What you will do: Output all records exactly.

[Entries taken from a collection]
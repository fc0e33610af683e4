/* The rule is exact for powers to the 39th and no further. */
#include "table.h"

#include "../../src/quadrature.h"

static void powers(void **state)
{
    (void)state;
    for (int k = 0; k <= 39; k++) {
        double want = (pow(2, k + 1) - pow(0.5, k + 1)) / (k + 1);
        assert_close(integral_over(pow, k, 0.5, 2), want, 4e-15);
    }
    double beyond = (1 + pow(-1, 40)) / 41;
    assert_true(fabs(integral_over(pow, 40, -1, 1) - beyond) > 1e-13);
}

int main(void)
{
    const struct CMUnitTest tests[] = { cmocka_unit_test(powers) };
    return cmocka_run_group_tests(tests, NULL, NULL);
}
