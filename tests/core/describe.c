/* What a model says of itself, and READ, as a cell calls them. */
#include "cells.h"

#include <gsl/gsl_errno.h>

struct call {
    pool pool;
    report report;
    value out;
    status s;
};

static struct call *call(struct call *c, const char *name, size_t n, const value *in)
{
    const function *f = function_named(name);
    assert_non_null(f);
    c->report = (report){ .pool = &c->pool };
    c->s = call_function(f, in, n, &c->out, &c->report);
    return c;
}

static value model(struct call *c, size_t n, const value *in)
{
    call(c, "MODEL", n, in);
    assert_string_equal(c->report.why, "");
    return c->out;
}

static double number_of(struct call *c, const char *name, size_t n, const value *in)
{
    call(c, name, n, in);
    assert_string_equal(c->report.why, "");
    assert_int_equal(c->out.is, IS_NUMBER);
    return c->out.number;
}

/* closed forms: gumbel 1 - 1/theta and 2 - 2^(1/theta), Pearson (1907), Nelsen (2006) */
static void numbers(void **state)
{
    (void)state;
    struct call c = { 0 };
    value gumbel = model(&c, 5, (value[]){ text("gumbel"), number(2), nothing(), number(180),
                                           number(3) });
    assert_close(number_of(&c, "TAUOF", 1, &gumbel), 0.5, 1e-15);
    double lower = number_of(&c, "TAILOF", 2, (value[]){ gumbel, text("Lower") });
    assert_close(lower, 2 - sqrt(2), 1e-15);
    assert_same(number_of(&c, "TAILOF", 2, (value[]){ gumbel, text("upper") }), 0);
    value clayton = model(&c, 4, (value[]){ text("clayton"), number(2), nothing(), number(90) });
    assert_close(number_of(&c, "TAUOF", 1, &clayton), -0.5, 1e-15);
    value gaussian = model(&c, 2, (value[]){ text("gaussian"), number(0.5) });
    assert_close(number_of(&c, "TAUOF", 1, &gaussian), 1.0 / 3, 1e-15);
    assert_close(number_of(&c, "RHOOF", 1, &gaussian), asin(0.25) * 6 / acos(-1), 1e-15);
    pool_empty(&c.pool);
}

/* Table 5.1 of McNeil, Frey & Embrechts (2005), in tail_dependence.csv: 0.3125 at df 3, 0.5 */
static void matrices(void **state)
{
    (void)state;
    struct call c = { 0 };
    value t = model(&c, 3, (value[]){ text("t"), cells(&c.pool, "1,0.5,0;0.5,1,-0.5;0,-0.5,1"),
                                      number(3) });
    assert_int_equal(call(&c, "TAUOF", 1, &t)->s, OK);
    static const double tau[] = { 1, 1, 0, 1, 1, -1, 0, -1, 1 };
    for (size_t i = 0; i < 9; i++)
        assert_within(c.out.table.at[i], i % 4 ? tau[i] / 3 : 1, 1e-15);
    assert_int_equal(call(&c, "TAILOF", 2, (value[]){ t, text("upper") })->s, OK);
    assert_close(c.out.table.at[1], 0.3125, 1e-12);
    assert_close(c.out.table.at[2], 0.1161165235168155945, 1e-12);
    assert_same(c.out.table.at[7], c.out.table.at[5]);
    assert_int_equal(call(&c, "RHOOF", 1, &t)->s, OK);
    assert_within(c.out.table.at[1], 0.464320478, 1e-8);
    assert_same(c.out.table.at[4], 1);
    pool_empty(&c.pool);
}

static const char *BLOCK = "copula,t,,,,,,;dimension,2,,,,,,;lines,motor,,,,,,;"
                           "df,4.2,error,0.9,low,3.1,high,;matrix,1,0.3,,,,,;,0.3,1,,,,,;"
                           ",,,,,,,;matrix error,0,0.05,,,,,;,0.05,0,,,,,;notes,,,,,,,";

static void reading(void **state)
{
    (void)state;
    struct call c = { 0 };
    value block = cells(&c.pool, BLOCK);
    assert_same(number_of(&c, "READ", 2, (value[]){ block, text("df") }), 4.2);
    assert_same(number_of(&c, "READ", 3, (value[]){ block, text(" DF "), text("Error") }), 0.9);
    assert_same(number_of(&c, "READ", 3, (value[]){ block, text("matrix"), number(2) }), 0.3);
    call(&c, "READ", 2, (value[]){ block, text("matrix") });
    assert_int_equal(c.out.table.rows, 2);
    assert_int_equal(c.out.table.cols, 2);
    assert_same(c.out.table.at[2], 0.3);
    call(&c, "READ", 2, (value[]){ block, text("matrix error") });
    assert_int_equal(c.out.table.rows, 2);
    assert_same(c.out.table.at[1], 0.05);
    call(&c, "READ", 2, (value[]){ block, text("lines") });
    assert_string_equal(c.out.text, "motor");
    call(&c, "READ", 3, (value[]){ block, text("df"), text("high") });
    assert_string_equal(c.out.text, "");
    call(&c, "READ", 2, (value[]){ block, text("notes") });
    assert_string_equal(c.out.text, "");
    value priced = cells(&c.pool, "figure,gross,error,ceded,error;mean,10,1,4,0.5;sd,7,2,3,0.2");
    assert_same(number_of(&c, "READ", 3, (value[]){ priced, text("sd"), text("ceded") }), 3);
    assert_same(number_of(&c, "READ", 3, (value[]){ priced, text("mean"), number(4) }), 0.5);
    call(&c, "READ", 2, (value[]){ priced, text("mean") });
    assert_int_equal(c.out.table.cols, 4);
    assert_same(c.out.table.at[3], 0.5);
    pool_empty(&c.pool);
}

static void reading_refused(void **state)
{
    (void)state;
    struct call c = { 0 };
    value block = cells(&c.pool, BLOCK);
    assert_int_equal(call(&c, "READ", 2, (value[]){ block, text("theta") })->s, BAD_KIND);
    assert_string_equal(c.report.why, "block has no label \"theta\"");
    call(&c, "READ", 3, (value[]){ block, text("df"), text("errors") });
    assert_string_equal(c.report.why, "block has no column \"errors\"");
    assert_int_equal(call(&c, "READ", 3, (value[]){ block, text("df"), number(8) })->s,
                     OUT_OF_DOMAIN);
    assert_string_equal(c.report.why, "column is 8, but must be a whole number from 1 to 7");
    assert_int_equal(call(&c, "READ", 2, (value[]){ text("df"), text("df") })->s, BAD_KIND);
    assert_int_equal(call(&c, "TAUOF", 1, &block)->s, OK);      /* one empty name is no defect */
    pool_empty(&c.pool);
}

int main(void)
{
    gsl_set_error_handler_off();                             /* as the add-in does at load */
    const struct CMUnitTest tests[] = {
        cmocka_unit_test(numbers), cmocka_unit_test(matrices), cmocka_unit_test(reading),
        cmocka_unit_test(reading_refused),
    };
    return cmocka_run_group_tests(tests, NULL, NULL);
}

Result:
repository fc0e33610af683e4
/* The rule is exact for powers to the 39th and no further. */
#include "table.h"

#include "../../src/quadrature.h"

static void powers(void **state)
{
    (void)state;
    for (int k = 0; k <= 39; k++) {
        double want = (pow(2, k + 1) - pow(0.5, k + 1)) / (k + 1);
        assert_close(integral_over(pow, k, 0.5, 2), want, 4e-15);
    }
    double beyond = (1 + pow(-1, 40)) / 41;
    assert_true(fabs(integral_over(pow, 40, -1, 1) - beyond) > 1e-13);
}

int main(void)
{
    const struct CMUnitTest tests[] = { cmocka_unit_test(powers) };
    return cmocka_run_group_tests(tests, NULL, NULL);
}
filename tests/core/describe.c
/* What a model says of itself, and READ, as a cell calls them. */
#include "cells.h"

#include <gsl/gsl_errno.h>

struct call {
    pool pool;
    report report;
    value out;
    status s;
};

static struct call *call(struct call *c, const char *name, size_t n, const value *in)
{
    const function *f = function_named(name);
    assert_non_null(f);
    c->report = (report){ .pool = &c->pool };
    c->s = call_function(f, in, n, &c->out, &c->report);
    return c;
}

static value model(struct call *c, size_t n, const value *in)
{
    call(c, "MODEL", n, in);
    assert_string_equal(c->report.why, "");
    return c->out;
}

static double number_of(struct call *c, const char *name, size_t n, const value *in)
{
    call(c, name, n, in);
    assert_string_equal(c->report.why, "");
    assert_int_equal(c->out.is, IS_NUMBER);
    return c->out.number;
}

/* closed forms: gumbel 1 - 1/theta and 2 - 2^(1/theta), Pearson (1907), Nelsen (2006) */
static void numbers(void **state)
{
    (void)state;
    struct call c = { 0 };
    value gumbel = model(&c, 5, (value[]){ text("gumbel"), number(2), nothing(), number(180),
                                           number(3) });
    assert_close(number_of(&c, "TAUOF", 1, &gumbel), 0.5, 1e-15);
    double lower = number_of(&c, "TAILOF", 2, (value[]){ gumbel, text("Lower") });
    assert_close(lower, 2 - sqrt(2), 1e-15);
    assert_same(number_of(&c, "TAILOF", 2, (value[]){ gumbel, text("upper") }), 0);
    value clayton = model(&c, 4, (value[]){ text("clayton"), number(2), nothing(), number(90) });
    assert_close(number_of(&c, "TAUOF", 1, &clayton), -0.5, 1e-15);
    value gaussian = model(&c, 2, (value[]){ text("gaussian"), number(0.5) });
    assert_close(number_of(&c, "TAUOF", 1, &gaussian), 1.0 / 3, 1e-15);
    assert_close(number_of(&c, "RHOOF", 1, &gaussian), asin(0.25) * 6 / acos(-1), 1e-15);
    pool_empty(&c.pool);
}

/* Table 5.1 of McNeil, Frey & Embrechts (2005), in tail_dependence.csv: 0.3125 at df 3, 0.5 */
static void matrices(void **state)
{
    (void)state;
    struct call c = { 0 };
    value t = model(&c, 3, (value[]){ text("t"), cells(&c.pool, "1,0.5,0;0.5,1,-0.5;0,-0.5,1"),
                                      number(3) });
    assert_int_equal(call(&c, "TAUOF", 1, &t)->s, OK);
    static const double tau[] = { 1, 1, 0, 1, 1, -1, 0, -1, 1 };
    for (size_t i = 0; i < 9; i++)
        assert_within(c.out.table.at[i], i % 4 ? tau[i] / 3 : 1, 1e-15);
    assert_int_equal(call(&c, "TAILOF", 2, (value[]){ t, text("upper") })->s, OK);
    assert_close(c.out.table.at[1], 0.3125, 1e-12);
    assert_close(c.out.table.at[2], 0.1161165235168155945, 1e-12);
    assert_same(c.out.table.at[7], c.out.table.at[5]);
    assert_int_equal(call(&c, "RHOOF", 1, &t)->s, OK);
    assert_within(c.out.table.at[1], 0.464320478, 1e-8);
    assert_same(c.out.table.at[4], 1);
    pool_empty(&c.pool);
}

static const char *BLOCK = "copula,t,,,,,,;dimension,2,,,,,,;lines,motor,,,,,,;"
                           "df,4.2,error,0.9,low,3.1,high,;matrix,1,0.3,,,,,;,0.3,1,,,,,;"
                           ",,,,,,,;matrix error,0,0.05,,,,,;,0.05,0,,,,,;notes,,,,,,,";

static void reading(void **state)
{
    (void)state;
    struct call c = { 0 };
    value block = cells(&c.pool, BLOCK);
    assert_same(number_of(&c, "READ", 2, (value[]){ block, text("df") }), 4.2);
    assert_same(number_of(&c, "READ", 3, (value[]){ block, text(" DF "), text("Error") }), 0.9);
    assert_same(number_of(&c, "READ", 3, (value[]){ block, text("matrix"), number(2) }), 0.3);
    call(&c, "READ", 2, (value[]){ block, text("matrix") });
    assert_int_equal(c.out.table.rows, 2);
    assert_int_equal(c.out.table.cols, 2);
    assert_same(c.out.table.at[2], 0.3);
    call(&c, "READ", 2, (value[]){ block, text("matrix error") });
    assert_int_equal(c.out.table.rows, 2);
    assert_same(c.out.table.at[1], 0.05);
    call(&c, "READ", 2, (value[]){ block, text("lines") });
    assert_string_equal(c.out.text, "motor");
    call(&c, "READ", 3, (value[]){ block, text("df"), text("high") });
    assert_string_equal(c.out.text, "");
    call(&c, "READ", 2, (value[]){ block, text("notes") });
    assert_string_equal(c.out.text, "");
    value priced = cells(&c.pool, "figure,gross,error,ceded,error;mean,10,1,4,0.5;sd,7,2,3,0.2");
    assert_same(number_of(&c, "READ", 3, (value[]){ priced, text("sd"), text("ceded") }), 3);
    assert_same(number_of(&c, "READ", 3, (value[]){ priced, text("mean"), number(4) }), 0.5);
    call(&c, "READ", 2, (value[]){ priced, text("mean") });
    assert_int_equal(c.out.table.cols, 4);
    assert_same(c.out.table.at[3], 0.5);
    pool_empty(&c.pool);
}

static void reading_refused(void **state)
{
    (void)state;
    struct call c = { 0 };
    value block = cells(&c.pool, BLOCK);
    assert_int_equal(call(&c, "READ", 2, (value[]){ block, text("theta") })->s, BAD_KIND);
    assert_string_equal(c.report.why, "block has no label \"theta\"");
    call(&c, "READ", 3, (value[]){ block, text("df"), text("errors") });
    assert_string_equal(c.report.why, "block has no column \"errors\"");
    assert_int_equal(call(&c, "READ", 3, (value[]){ block, text("df"), number(8) })->s,
                     OUT_OF_DOMAIN);
    assert_string_equal(c.report.why, "column is 8, but must be a whole number from 1 to 7");
    assert_int_equal(call(&c, "READ", 2, (value[]){ text("df"), text("df") })->s, BAD_KIND);
    assert_int_equal(call(&c, "TAUOF", 1, &block)->s, OK);      /* one empty name is no defect */
    pool_empty(&c.pool);
}

int main(void)
{
    gsl_set_error_handler_off();                             /* as the add-in does at load */
    const struct CMUnitTest tests[] = {
        cmocka_unit_test(numbers), cmocka_unit_test(matrices), cmocka_unit_test(reading),
        cmocka_unit_test(reading_refused),
    };
    return cmocka_run_group_tests(tests, NULL, NULL);
}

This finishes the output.